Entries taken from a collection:

§ §

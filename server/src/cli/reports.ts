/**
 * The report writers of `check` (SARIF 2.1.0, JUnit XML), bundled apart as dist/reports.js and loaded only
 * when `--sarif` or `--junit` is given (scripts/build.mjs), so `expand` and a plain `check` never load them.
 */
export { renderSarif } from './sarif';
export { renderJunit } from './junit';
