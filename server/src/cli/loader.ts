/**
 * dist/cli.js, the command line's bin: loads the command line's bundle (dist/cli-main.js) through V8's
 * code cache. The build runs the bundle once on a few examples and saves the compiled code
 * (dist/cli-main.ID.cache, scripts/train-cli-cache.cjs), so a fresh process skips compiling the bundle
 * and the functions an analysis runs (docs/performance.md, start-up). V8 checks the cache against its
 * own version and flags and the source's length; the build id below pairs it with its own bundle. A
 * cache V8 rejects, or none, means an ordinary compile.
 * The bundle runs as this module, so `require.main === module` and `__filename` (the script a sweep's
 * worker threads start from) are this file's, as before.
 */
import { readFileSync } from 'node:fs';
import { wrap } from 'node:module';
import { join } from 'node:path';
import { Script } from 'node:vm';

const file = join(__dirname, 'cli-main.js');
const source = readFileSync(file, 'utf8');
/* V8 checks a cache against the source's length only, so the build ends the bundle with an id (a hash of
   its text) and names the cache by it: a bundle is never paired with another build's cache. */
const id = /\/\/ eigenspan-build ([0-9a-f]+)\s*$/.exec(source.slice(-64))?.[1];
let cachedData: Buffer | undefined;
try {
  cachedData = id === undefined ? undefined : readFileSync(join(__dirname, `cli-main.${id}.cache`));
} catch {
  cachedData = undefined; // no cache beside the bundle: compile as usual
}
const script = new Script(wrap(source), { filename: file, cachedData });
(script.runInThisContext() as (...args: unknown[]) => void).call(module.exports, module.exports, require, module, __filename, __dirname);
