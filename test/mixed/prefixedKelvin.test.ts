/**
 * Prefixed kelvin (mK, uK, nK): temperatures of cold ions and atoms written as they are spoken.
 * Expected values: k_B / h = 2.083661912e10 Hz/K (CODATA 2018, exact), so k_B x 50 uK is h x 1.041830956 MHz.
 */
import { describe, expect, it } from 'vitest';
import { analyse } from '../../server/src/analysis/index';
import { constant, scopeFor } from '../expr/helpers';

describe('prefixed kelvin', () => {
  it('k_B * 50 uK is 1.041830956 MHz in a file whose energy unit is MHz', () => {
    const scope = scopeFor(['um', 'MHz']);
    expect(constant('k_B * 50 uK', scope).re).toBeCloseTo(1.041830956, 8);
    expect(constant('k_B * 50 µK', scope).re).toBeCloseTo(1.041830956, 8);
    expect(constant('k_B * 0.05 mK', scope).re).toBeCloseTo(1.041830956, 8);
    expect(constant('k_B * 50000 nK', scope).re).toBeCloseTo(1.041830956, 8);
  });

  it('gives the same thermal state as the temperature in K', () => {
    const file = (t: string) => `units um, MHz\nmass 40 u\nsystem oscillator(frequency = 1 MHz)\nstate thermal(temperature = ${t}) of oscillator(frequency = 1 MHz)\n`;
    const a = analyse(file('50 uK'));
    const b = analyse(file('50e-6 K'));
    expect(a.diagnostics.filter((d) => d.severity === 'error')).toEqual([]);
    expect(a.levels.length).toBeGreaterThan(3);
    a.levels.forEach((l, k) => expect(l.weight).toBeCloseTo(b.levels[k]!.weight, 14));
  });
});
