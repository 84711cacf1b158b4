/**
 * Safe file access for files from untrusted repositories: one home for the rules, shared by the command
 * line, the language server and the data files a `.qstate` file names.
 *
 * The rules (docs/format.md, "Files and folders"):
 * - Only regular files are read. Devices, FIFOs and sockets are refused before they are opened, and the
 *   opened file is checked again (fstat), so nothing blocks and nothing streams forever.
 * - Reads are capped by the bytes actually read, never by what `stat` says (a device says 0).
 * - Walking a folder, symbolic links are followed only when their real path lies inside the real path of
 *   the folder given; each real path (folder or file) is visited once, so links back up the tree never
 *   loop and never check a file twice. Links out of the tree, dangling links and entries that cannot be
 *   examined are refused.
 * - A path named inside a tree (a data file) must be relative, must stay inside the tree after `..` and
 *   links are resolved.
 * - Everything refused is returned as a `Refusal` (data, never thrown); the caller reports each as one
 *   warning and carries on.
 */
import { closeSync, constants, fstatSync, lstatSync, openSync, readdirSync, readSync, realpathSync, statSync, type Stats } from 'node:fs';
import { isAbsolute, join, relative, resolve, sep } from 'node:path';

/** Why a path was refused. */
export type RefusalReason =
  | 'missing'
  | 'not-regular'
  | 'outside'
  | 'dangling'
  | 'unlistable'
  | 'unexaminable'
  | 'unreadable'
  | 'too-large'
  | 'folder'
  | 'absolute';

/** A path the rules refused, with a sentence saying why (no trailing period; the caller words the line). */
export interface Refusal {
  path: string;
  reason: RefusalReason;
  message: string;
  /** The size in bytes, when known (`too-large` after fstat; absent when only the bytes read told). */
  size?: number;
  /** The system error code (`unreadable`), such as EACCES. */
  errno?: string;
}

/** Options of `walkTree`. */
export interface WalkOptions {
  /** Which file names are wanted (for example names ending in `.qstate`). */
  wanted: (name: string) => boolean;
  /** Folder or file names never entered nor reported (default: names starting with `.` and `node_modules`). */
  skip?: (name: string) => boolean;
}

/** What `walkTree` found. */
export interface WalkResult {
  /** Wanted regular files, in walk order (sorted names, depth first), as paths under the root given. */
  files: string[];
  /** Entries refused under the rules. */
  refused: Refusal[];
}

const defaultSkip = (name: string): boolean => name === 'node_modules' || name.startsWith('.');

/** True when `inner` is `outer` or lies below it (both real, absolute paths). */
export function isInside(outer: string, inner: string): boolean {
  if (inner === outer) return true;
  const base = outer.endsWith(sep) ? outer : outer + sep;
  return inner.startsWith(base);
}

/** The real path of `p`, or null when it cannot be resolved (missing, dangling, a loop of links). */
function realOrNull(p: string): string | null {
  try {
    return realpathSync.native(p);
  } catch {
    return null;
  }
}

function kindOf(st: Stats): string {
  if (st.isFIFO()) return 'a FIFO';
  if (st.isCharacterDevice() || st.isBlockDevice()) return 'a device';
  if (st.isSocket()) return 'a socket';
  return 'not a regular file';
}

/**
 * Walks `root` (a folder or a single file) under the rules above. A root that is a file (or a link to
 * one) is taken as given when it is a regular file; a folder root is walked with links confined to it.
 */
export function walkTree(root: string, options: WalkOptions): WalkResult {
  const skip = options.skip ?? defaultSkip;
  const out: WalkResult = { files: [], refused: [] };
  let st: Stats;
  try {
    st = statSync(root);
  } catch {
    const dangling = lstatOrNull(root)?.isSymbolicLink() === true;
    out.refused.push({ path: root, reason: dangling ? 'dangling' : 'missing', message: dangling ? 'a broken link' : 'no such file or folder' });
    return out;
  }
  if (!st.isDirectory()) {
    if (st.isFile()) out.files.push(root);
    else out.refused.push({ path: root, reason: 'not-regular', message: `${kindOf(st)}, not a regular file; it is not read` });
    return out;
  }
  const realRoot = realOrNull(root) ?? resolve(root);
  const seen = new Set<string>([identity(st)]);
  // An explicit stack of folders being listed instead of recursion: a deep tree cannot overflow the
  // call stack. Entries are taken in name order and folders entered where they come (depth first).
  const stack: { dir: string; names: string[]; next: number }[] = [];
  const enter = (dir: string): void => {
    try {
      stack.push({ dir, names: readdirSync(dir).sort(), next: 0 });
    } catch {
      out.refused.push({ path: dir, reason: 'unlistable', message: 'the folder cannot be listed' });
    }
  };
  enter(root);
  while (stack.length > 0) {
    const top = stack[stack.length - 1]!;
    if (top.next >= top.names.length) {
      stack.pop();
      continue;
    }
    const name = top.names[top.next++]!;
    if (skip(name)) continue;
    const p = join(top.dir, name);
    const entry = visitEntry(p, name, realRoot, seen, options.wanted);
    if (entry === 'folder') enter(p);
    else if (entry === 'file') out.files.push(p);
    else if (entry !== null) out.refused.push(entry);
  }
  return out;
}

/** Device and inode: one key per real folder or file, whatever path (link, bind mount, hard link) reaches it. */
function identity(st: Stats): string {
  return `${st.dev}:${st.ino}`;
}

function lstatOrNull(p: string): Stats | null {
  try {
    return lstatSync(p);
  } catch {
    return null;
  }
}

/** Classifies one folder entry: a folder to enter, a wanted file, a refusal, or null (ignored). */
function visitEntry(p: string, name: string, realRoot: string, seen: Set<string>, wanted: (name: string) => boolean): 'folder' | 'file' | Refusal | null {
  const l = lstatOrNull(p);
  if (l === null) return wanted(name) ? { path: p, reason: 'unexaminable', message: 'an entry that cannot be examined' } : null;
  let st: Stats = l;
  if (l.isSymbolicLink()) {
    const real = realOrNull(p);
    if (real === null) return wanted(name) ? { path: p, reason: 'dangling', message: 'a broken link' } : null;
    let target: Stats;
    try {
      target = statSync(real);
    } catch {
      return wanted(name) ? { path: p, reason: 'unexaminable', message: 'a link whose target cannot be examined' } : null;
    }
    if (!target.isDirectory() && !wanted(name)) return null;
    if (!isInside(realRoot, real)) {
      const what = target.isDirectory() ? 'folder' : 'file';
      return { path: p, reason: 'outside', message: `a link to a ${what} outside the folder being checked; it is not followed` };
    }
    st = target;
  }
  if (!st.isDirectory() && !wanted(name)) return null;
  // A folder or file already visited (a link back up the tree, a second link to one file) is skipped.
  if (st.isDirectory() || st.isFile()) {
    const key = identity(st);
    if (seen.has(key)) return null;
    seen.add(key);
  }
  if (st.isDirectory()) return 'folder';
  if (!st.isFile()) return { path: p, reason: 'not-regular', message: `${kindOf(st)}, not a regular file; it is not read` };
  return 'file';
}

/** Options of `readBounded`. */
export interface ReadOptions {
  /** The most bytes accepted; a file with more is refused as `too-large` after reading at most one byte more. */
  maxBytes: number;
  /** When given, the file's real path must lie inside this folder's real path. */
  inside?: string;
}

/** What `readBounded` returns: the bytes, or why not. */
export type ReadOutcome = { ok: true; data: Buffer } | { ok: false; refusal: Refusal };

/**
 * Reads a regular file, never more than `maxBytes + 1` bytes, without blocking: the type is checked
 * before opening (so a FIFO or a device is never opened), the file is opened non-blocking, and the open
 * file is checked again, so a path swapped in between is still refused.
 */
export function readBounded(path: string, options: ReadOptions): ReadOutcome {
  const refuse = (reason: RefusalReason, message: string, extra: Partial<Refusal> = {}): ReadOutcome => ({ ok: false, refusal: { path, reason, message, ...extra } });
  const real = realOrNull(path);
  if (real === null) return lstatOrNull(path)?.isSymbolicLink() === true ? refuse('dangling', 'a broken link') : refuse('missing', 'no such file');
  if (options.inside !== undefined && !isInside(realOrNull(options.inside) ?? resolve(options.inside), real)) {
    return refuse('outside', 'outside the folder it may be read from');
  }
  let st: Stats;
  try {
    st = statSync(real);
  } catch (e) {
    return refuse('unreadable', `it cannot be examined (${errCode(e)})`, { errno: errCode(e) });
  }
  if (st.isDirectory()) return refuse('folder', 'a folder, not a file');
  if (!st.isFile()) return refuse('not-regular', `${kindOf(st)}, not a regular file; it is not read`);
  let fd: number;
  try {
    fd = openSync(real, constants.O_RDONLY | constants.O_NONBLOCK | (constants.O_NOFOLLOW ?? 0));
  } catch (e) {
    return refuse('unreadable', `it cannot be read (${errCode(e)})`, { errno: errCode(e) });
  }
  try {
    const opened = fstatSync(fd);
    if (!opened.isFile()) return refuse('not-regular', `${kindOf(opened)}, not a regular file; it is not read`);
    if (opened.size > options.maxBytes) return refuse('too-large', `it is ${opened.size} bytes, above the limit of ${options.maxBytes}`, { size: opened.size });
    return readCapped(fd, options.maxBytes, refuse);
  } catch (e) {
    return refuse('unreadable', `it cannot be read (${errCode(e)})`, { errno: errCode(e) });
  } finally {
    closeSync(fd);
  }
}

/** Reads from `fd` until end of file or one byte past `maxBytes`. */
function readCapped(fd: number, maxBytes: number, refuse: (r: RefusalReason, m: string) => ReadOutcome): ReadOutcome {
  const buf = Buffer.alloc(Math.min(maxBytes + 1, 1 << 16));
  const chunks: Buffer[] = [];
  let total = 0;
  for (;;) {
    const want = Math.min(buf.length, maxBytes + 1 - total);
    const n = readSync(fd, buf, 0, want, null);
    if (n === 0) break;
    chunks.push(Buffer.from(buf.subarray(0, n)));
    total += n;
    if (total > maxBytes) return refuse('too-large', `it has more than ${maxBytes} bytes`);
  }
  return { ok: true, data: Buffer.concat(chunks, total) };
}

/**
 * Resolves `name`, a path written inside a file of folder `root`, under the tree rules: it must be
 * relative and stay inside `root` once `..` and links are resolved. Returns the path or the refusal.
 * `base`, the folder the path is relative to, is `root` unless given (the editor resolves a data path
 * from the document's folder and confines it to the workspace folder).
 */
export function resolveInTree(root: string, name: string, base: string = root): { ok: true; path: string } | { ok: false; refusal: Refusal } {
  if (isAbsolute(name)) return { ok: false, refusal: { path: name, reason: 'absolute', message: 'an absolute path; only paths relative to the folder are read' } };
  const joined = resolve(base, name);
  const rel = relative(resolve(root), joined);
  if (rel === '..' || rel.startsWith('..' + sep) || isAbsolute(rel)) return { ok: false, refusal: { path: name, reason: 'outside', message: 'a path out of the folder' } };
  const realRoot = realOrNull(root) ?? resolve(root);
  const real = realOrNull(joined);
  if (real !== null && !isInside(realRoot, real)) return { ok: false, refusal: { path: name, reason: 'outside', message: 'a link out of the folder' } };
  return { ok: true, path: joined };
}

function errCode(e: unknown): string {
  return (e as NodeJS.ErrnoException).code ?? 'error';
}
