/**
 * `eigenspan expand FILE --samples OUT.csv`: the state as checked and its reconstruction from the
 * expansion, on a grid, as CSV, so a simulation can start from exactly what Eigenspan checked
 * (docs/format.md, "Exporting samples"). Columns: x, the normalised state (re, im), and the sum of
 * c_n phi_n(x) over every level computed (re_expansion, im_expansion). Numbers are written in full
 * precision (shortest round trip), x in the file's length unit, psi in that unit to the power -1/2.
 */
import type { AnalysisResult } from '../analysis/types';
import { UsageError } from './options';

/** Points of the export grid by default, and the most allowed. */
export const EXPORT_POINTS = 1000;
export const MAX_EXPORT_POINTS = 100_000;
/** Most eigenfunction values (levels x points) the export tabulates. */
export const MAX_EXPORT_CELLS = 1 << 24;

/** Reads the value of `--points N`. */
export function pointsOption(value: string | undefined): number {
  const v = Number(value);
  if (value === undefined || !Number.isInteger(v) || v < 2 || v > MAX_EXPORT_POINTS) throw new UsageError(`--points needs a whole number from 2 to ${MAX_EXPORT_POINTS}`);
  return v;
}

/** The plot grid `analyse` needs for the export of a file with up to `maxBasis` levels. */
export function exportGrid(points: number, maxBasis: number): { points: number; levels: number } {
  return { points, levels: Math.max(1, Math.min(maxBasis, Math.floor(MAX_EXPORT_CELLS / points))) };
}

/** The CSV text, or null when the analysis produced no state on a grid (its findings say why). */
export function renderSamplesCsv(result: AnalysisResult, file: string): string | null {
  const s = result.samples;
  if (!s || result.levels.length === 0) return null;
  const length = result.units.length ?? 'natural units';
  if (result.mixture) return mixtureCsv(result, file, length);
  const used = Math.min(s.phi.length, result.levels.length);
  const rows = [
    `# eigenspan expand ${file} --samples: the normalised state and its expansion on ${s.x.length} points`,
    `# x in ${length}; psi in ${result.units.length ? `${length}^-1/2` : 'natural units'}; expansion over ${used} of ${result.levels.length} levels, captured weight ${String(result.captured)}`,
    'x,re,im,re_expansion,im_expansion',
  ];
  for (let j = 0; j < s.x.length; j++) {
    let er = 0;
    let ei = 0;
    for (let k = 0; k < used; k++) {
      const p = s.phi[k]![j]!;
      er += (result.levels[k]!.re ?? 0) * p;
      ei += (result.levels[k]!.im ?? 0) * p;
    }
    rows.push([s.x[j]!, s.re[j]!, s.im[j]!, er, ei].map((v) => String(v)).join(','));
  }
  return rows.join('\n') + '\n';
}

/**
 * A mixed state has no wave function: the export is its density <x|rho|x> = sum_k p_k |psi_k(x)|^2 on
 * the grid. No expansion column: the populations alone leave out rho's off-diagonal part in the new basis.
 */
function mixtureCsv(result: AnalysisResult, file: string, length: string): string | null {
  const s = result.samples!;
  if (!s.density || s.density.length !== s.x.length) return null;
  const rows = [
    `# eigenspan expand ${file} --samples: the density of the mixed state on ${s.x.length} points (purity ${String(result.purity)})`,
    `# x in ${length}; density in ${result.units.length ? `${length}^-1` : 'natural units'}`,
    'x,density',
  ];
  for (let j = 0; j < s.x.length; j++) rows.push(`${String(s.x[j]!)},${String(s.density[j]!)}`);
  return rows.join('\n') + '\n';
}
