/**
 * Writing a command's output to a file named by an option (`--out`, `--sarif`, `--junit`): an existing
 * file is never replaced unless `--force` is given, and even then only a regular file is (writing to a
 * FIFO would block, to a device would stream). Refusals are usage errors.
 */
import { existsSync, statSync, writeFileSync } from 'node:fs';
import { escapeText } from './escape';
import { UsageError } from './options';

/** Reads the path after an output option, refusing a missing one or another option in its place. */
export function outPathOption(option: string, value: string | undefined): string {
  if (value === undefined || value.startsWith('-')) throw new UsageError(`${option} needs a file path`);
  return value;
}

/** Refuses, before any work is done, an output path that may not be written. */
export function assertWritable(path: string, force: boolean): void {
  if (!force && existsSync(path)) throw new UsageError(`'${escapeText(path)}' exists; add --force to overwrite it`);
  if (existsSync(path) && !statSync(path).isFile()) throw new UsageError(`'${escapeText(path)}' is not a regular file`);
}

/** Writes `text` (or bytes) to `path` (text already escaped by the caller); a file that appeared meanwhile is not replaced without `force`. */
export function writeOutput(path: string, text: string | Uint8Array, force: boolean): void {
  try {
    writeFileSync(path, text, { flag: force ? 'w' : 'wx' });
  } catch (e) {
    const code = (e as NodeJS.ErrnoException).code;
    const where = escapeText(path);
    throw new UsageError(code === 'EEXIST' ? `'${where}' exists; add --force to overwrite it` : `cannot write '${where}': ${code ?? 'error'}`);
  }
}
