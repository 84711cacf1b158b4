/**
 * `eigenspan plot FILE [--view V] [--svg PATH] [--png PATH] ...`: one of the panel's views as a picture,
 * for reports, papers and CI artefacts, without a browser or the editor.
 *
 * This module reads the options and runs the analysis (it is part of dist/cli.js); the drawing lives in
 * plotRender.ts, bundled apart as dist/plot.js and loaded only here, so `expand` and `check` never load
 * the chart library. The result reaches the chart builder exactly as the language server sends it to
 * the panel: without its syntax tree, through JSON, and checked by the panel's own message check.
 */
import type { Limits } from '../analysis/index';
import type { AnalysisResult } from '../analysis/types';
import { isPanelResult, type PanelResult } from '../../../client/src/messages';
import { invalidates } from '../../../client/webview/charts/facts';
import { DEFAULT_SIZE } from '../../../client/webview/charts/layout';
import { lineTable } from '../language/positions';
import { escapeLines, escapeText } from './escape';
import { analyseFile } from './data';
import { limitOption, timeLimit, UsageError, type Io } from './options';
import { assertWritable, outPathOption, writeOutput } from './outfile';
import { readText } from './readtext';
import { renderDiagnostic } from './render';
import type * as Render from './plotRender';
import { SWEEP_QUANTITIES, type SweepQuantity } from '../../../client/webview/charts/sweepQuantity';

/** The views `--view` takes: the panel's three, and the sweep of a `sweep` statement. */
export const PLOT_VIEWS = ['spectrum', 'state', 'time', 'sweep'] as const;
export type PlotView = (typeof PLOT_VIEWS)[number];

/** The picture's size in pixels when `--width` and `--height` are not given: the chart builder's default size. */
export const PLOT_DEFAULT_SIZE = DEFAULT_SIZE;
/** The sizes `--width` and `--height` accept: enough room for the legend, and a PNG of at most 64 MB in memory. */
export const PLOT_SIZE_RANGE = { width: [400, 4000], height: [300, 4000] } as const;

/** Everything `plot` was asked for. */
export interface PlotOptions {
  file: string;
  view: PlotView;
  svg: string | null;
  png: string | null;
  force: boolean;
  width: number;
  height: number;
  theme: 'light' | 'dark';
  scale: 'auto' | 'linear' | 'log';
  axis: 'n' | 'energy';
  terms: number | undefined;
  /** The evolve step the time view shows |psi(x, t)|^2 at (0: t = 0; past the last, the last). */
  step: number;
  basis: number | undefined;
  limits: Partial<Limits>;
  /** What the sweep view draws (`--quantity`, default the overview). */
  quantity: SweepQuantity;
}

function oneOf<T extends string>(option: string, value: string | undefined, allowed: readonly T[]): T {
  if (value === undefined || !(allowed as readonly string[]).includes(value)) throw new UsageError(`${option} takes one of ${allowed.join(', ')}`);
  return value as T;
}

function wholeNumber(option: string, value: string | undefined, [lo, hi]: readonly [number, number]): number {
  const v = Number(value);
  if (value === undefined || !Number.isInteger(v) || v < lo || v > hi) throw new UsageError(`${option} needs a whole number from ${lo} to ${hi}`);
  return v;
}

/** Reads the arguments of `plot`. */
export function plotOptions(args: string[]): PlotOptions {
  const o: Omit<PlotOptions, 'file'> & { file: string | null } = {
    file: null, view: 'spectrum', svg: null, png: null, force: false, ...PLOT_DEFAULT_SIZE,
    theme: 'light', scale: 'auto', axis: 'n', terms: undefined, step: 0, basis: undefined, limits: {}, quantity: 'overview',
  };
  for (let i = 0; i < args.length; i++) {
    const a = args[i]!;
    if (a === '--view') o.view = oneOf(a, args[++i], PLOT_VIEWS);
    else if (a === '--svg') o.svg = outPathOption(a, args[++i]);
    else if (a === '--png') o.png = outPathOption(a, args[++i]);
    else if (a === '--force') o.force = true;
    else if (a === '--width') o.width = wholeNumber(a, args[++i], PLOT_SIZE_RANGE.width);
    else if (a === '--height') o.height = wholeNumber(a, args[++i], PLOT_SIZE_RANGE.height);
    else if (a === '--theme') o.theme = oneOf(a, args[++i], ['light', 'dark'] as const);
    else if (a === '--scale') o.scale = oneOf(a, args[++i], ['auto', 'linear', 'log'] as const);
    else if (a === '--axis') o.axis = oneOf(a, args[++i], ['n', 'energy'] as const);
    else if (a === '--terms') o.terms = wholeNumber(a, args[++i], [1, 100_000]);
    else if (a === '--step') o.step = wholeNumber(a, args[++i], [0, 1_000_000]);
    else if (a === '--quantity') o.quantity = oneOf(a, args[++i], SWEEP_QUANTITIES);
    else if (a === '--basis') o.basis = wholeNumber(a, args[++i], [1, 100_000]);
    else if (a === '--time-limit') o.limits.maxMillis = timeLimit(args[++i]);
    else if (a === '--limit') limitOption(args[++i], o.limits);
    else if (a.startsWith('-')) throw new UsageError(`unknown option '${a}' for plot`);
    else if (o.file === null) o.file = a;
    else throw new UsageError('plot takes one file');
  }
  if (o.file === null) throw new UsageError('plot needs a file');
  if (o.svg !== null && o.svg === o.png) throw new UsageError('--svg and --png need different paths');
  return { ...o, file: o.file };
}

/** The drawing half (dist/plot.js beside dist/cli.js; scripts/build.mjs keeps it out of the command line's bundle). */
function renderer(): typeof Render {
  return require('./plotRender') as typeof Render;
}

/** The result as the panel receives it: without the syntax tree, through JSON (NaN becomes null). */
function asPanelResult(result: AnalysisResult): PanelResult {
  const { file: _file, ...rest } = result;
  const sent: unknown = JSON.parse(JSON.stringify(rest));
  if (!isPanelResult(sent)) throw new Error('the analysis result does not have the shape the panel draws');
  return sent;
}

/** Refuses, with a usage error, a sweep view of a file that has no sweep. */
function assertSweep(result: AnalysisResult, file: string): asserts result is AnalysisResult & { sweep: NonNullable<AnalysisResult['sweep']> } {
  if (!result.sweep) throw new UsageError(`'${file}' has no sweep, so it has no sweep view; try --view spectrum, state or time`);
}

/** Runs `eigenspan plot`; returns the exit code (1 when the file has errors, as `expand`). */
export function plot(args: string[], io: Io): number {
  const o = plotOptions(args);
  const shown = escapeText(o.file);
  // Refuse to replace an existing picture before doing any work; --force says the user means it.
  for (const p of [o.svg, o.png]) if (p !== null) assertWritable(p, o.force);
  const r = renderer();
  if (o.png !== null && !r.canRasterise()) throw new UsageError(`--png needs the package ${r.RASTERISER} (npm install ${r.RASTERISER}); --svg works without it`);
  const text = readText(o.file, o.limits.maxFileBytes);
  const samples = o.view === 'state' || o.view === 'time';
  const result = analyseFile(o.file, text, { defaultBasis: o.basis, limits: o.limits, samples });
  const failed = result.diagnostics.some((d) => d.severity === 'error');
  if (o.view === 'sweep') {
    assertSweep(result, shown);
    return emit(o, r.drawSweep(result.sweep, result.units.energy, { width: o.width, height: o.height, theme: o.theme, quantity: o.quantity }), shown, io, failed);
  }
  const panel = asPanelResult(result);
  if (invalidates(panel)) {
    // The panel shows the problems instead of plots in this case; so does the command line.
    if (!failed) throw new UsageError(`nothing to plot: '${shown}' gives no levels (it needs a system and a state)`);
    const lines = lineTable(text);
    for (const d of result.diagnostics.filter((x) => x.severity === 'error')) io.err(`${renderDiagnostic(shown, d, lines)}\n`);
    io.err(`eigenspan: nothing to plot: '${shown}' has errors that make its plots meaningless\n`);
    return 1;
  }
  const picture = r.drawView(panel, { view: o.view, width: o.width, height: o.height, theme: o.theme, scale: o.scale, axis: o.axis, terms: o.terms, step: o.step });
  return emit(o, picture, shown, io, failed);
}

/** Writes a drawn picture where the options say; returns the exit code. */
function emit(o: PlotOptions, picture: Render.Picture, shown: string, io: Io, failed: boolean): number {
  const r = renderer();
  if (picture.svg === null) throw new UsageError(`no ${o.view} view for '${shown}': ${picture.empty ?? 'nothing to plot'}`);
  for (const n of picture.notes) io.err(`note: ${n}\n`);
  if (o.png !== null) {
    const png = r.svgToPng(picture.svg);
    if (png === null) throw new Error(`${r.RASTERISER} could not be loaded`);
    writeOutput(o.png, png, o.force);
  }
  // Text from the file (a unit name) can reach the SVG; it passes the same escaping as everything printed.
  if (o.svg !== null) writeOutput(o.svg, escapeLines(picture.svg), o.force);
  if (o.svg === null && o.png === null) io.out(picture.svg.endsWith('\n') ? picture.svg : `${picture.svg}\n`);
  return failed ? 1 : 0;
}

§ §

Exercise:
Show all lines above that contain "mixtureCsv".

Solution for this exercise:
  if (result.mixture) return mixtureCsv(result, file, length);
function mixtureCsv(result: AnalysisResult, file: string, length: string): string | null {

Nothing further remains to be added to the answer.